Stored data
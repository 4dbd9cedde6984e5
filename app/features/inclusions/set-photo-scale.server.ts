import { and, eq, isNull, or } from "drizzle-orm";
import { inTransaction } from "#app/db/in-transaction.server.ts";
import { attachments } from "#app/db/schema/index.ts";
import { AppError } from "#app/domain/app-error.ts";
import type { AttachmentId } from "#app/domain/ids.ts";
import { recordAudit } from "#app/features/audit/record-audit.server.ts";
import type { LabContext } from "#app/features/lab-context.ts";
import { requireRole } from "#app/features/require-role.ts";
import { stoneUnderExamination } from "#app/features/stones/stone-under-examination.server.ts";

export type PhotoScale = Readonly<{ stoneCode: string; photoId: AttachmentId; /** As the microscope says; null where none was used. */ magnificationX: number | null; /** What the picture shows from left to right, mm. */ pictureWidthMm: number | null }>;

/** Says how large a photograph shows things, for its scale bar. */
export async function setPhotoScale(ctx: LabContext, { stoneCode, photoId, magnificationX, pictureWidthMm }: PhotoScale): Promise<void> {
  requireRole(ctx, "readings.record");
  await inTransaction(ctx.db, async (tx) => {
    const scope = { ...ctx, db: tx };
    const stone = await stoneUnderExamination(scope, stoneCode);
    const mine = and(eq(attachments.laboratoryId, ctx.laboratoryId), eq(attachments.id, photoId), eq(attachments.itemId, stone.itemId), or(isNull(attachments.stoneId), eq(attachments.stoneId, stone.id)));
    const [photo] = await tx.select({ id: attachments.id }).from(attachments).where(mine);
    if (!photo) throw new AppError("not_found", "There is no such photograph of this stone.");
    await tx.update(attachments).set({ magnificationX, pictureWidthMm }).where(mine);
    await recordAudit(scope, { action: "photo.scaled", subject: { kind: "attachment", id: photoId }, detail: { magnificationX, pictureWidthMm } });
  });
}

**EXERCISE BRIEF:**
Whenever the word "recordAudit" shows up in a line above, copy that line.

**SOLVED PROBLEM:**
import { recordAudit } from "#app/features/audit/record-audit.server.ts";
    await recordAudit(scope, { action: "photo.scaled", subject: { kind: "attachment", id: photoId }, detail: { magnificationX, pictureWidthMm } });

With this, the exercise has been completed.